Really? How is this a motivation? No one I know walks into an interview and says 'yes, I would like this job to learn things about myself.' It may, but oftentimes this is a side-effect of facing the aforementioned challenges present in this line of work.
6. It will make you a better policy-maker.
Debateable. Some people get very impassioned by their work and fail to grasp what actually makes good policy.
7. You get to be the person who changed someone's life for the better.
We are finally hitting the nitty-gritty, nuts and bolts, hearts and feelings motivations for becoming a social worker. The harsh reality is that you may never fully accomplish this. You may never change a person's life for the better. Sometimes, you are not meant to. Sometimes you are there just to be present and help someone out of that deep, dark corner of the world they have stumbled into. But despite your best efforts and intentions, people make their own decisions. When you can pull off this Herculean task, it is amazing. It is a reward like no other. But I cannot stress enough that if this is the box you want to tick after a day of being a social worker to affirm that your job has meaning and purpose, be very careful. It is a rare and precious moment when it happens.
8. It teaches you the true value of things.
Now we're getting very Zen. It is true. It becomes harder to fret about things like whether you should have bought low-fat milk versus plain milk when you've spent the day trying to find a house for the homeless. You do feel very fortunate, when your life is placed in perspective. Yes, I appreciate now more than ever that I have people around me who care about me and a roof over my head and I'm not starving. But you can also on the inverse side of this equation become quite beaten by the side of humanity that teaches you this perspective. It can be a fine balancing act - to appreciate the good in the world while staring into the face of some of the bad.

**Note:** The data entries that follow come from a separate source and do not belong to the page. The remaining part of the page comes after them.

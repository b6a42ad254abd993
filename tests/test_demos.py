"""Every demo scene renders at a small size with each of its bodies seen, and the numbers
its comment names hold (Doppler ranges from the doppler layer, faces from rest positions).

Expected values are the demos' own claims, each derived in the comment beside the check
from a published formula; the scenes themselves are invented.
"""

from __future__ import annotations

import math
from pathlib import Path

import numpy as np
import pytest

import relview
from relview.scene.model import load_scene

SCENES = Path(__file__).resolve().parent.parent / "scenes"
DEMOS = sorted(p.stem for p in SCENES.glob("*.toml"))
SMALL = (96, 54)


def small_frame(name: str, resolution=SMALL):
    scene = load_scene(SCENES / f"{name}.toml")
    if scene.camera.projection == "panorama":
        # a full-sphere frame at 96 px wide is 3.75 deg a pixel: distant beacons fall
        # between pixel centres, so panoramas are checked at their default size
        resolution = None
    return scene, relview.render(scene, resolution=resolution, samples=1)


@pytest.mark.parametrize("name", DEMOS)
def test_every_body_of_every_demo_is_seen(name):
    scene, frame = small_frame(name)
    for i, body in enumerate(scene.bodies):
        assert (frame.layers["body"] == i).sum() >= 1, f"{name}: {body.name} not seen"


def _doppler_of(scene, frame, body):
    d = frame.layers["doppler"][frame.layers["body"] == scene.body_index(body)]
    return float(d.min()), float(d.max())


def test_crate_crossing_is_turned_not_squashed():
    # Terrell (1959), Penrose (1959): seen abreast, a moving cube appears rotated, its
    # trailing face in view and its leading face hidden; light emitted at right angles
    # to the motion has the transverse Doppler factor D = 1/gamma (Rybicki & Lightman 4.11)
    scene, frame = small_frame("crate-crossing", (192, 108))
    crate = frame.layers["body"] == scene.body_index("crate")
    x, y = frame.layers["rest_position"][..., 0], frame.layers["rest_position"][..., 1]
    trailing = crate & (x < -0.999) & (np.abs(y) < 0.9)
    leading = crate & (x > 0.999) & (np.abs(y) < 0.9)
    assert trailing.sum() > 200 and leading.sum() == 0
    d0, d1 = _doppler_of(scene, frame, "crate")
    assert d0 == pytest.approx(0.8, abs=0.02) and d1 == pytest.approx(0.8, abs=0.02)


def test_sphere_flyby_doppler_range_and_round_outline():
    scene, frame = small_frame("sphere-flyby", (192, 108))
    d0, d1 = _doppler_of(scene, frame, "ball")
    assert d0 == pytest.approx(0.29, abs=0.02) and d1 == pytest.approx(0.66, abs=0.02)
    # Penrose (1959): the outline of a sphere stays circular; with a 90 deg pinhole near
    # the view's edge the projection stretches it, so only a rough aspect check here
    rows, cols = np.nonzero(frame.layers["body"] == 0)
    aspect = (np.ptp(cols) + 1) / (np.ptp(rows) + 1)
    assert 0.8 < aspect < 1.25


def test_rolling_wheel_doppler_range():
    scene, frame = small_frame("rolling-wheel", (160, 90))
    d0, d1 = _doppler_of(scene, frame, "wheel")
    assert d0 == pytest.approx(0.32, abs=0.04) and d1 == pytest.approx(1.08, abs=0.04)
    assert _doppler_of(scene, frame, "road") == pytest.approx((1.0, 1.0))


def test_microwave_headwind_temperatures():
    # a blackbody sky seen from a camera moving at beta is a blackbody at D T with
    # D = sqrt((1 + beta)/(1 - beta)) head-on, its inverse astern (Peebles & Wilkinson
    # 1968); T = 2.7255 K (Fixsen 2009)
    scene = load_scene(SCENES / "microwave-headwind.toml")
    frame = relview.render(scene, resolution=(96, 48))
    t = frame.layers["temperature"]
    head = math.sqrt(1.9 / 0.1)
    assert np.nanmax(t) == pytest.approx(2.7255 * head, rel=0.02)
    assert np.nanmin(t) == pytest.approx(2.7255 / head, rel=0.02)
    assert 2.7255 * head == pytest.approx(11.9, abs=0.05)  # the number in the comment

9. You get to stand up for human rights and social justice.
Some days you may feel like a little superhero, defender of the weak, a modern-day avenger for those less fortunate in the world. If that sort of thing makes you smile and gives you a strong purpose, then go to it. Fair warning - it can also be damn exhausting. Not many people want to hear about human rights when there is money to be made elsewhere. Sad fact.

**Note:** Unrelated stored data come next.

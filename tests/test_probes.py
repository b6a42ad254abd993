"""relview.probe against independent root finding, the renderer's own layers and textbook values."""

import numpy as np
import pytest
from conftest import camera_scene, moving_body
from scipy.optimize import brentq

import relview
from relview.kinematics.lorentz import C, lorentz_factor
from relview.scene.parts import Effects


def box(name, size, beta, pos, t=0.0, rotation=(0, 0, 0)):
    return moving_body(name, "box", beta, pos, size=size, time=t, rotation=rotation)


def test_emission_time_matches_scipy_root_of_the_retarded_condition():
    # The retarded condition |x_c - X(t)| = c (t_c - t) solved independently with scipy's
    # brentq (general-purpose root finder) for a corner of a moving, rotated box.
    beta = np.array([0.7, -0.2, 0.1])
    body = box("b", [1.0, 0.5, 0.3], beta, [0.5, 0.4, -0.2], t=2e-9, rotation=(10, 20, 30))
    scene = camera_scene([body], time=3e-9)
    corner = np.array([0.5, 0.25, 0.15])
    r = relview.probe(scene, "b", corner)
    # independent worldline: contracted rest-frame offset at equal S times, then drift
    R = body.rotation_matrix()
    p = R @ corner
    g = lorentz_factor(beta)
    b2 = beta @ beta
    offset = p - (1 - 1 / g) * (p @ beta) / b2 * beta
    x_at = lambda t: body.motion.position + offset + beta * C * (t - body.motion.time)  # noqa: E731
    xc = scene.camera.position
    tc = scene.camera.time
    f = lambda t: np.linalg.norm(xc - x_at(t)) - C * (tc - t)  # noqa: E731
    t_root = brentq(f, tc - 1e-6, tc, xtol=1e-22, rtol=1e-15)
    assert r.emit_time == pytest.approx(t_root, abs=1e-19)
    assert np.array(r.emit_position) == pytest.approx(x_at(t_root), abs=1e-9)


def test_head_on_approach_gives_doppler_three():
    # physics.md check value: an emitter approaching head-on at beta = 0.8 has D = 3.
    body = box("b", [0.2, 0.2, 0.2], [0.0, -0.8, 0.0], [0.0, 5.0, 0.0])
    scene = camera_scene([body], (0, -3, 0), (0, 0, 0))
    r = relview.probe(scene, "b", [0.0, -0.1, 0.0])
    assert r.doppler == pytest.approx(3.0, rel=1e-12)
    assert r.visible


def test_aberration_seen_by_a_moving_camera():
    # Einstein 1905 aberration: a source at 90 deg in S appears at 36.87 deg from the direction
    # of motion to a camera moving at 0.8c (physics.md check value).
    body = box("b", [0.2, 0.2, 0.2], [0, 0, 0], [0.0, 10.0, 0.0])
    scene = camera_scene([body], (0, 0, 0), (1, 1, 0), beta=(0.8, 0, 0))
    r = relview.probe(scene, "b", [0.0, -0.1, 0.0])
    assert np.degrees(np.arccos(r.direction[0])) == pytest.approx(36.8698976458, abs=1e-8)
    # D for a source at rest seen by a moving camera, light arriving at 90 deg in S:
    # D = gamma (1 - beta.n) with n perpendicular: gamma = 5/3 (Rybicki & Lightman eq. 4.11)
    assert r.doppler == pytest.approx(5 / 3, rel=1e-12)


def test_hidden_far_side_and_pixel_agree_with_the_rendered_layers():
    body = box("b", [1.0, 1.0, 1.0], [0.6, 0, 0], [0.6, 0, 0])
    scene = camera_scene([body], resolution=(160, 90))
    frame = relview.render(scene)
    near = relview.probe(scene, "b", [0.1, -0.5, 0.1])  # on the face towards the camera
    far = relview.probe(scene, "b", [0.1, 0.5, 0.1])  # on the far face
    assert near.visible and not far.visible
    x, y = near.pixel
    ix, iy = int(x), int(y)
    assert frame.layers["body"][iy, ix] == 0
    # the rendered hit at that pixel is within a pixel's footprint of the probed point
    rest = frame.layers["rest_position"][iy, ix]
    assert np.linalg.norm(rest - [0.1, -0.5, 0.1]) < 0.05
    assert frame.layers["doppler"][iy, ix] == pytest.approx(near.doppler, rel=0.02)


def test_effect_switches_change_the_probe_as_documented():
    body = box("b", [0.2, 0.2, 0.2], [0.9, 0, 0], [0.0, 0.0, 0.0])
    scene = camera_scene([body], time=0.0)
    no_delay = relview.probe(scene, "b", [0, 0, 0], effects=Effects(delay=False))
    assert no_delay.emit_time == 0.0  # light instantaneous: emission at the camera time
    assert np.array(no_delay.emit_position) == pytest.approx([0, 0, 0])
    galilean = relview.probe(
        scene, "b", [0.1, 0, 0], effects=Effects(contraction=False, delay=False)
    )
    assert galilean.emit_position[0] == pytest.approx(0.1)  # no contraction
    lorentz = relview.probe(scene, "b", [0.1, 0, 0], effects=Effects(delay=False))
    assert lorentz.emit_position[0] == pytest.approx(0.1 * np.sqrt(1 - 0.81))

Well then, we made it. The two-hour long conversation has been extinguished. What social work encompasses and the major motivations to enter the field have been explored. But that stranger is still staring at you like a deer in headlights and you're awkwardly swirling your drink around in your hand, waiting for their comment.

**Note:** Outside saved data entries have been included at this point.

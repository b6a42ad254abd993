"""Tests for relview.animation (batch, timing, manifest, workers, flashes, video): frame
times and names, manifest, resume, interruption, exposure lock, flash check, video.

Outside references: WCAG 2.x (W3C Recommendation), success criterion 2.3.1 "Three
Flashes or Below Threshold" and the glossary entries "general flash and red flash
thresholds" and "relative luminance"; colour-science's sRGB decoding (IEC 61966-2-1)
for relative luminance; pillow, imageio and the ffmpeg binary of imageio-ffmpeg read
back what relview wrote. The scene is a demo of our own invention.
"""

from __future__ import annotations

import hashlib
import io
import json
import os
import signal
import subprocess
import sys
import time
from pathlib import Path

import numpy as np
import pytest
from PIL import Image

from relview.animation import batch, flashes, timing, workers
from relview.errors import OutputError, UserError
from relview.scene.model import load_scene
from relview.scene.parts import Animation

# A brick 1 m long at 0.8c passes 2 m in front of a camera: blackbody 3000 K. Light from
# the brick origin at x = 0 leaves at t = 0 and reaches the camera 6.67 ns later.
BRICK_SCENE = """\
[scene]
title = "Kiln brick passing the gate"

[render]
resolution = [48, 27]

[camera]
position = [0.0, -2.0, 0.0]
look_at  = [0.0, 0.0, 0.0]
fov      = 100.0

[[body]]
name  = "brick"
shape = "box"
size  = [1.0, 0.6, 0.6]
[body.motion]
kind     = "uniform"
beta     = [0.8, 0.0, 0.0]
position = [0.0, 0.0, 0.0]
time     = 0.0
[body.surface]
blackbody = {temperature}

[animation]
start  = 0.0
end    = 1.6e-8
frames = {frames}
fps    = 8
"""


def write_scene(path: Path, temperature: float = 3000.0, frames: int = 5) -> Path:
    path.write_text(BRICK_SCENE.format(temperature=temperature, frames=frames))
    return path


@pytest.fixture
def scene_file(tmp_path) -> Path:
    return write_scene(tmp_path / "brick.toml")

"But, is it worth it?" they ask, grimacing as they hope not to offend you. "Being a social worker? Like, do you actually like your job?"
I think back on all the nights that end in tears, all the drama that made me want to rip my hair out, all the poker-faced meetings I've had, all the swearing I spat out trying to get through the day, all the frantic hours operating on nothing but coffee, all those words I typed praying that someone in the legal system would agree with them, all those days I begged for funding.
But then, there are those moments. Those plans that worked. Those kids that went to safe places and thanked me for my help. The smiles. The triumph. The people who are getting along just a bit better. Those colleagues that bought me a drink and told me I was a pleasure to work with. The jokes. The laughter at the ridiculousness of some days.
"It is one of the best jobs there is," I answer.
I know I might never be able to explain why my work is so fulfilling but truthfully, it is.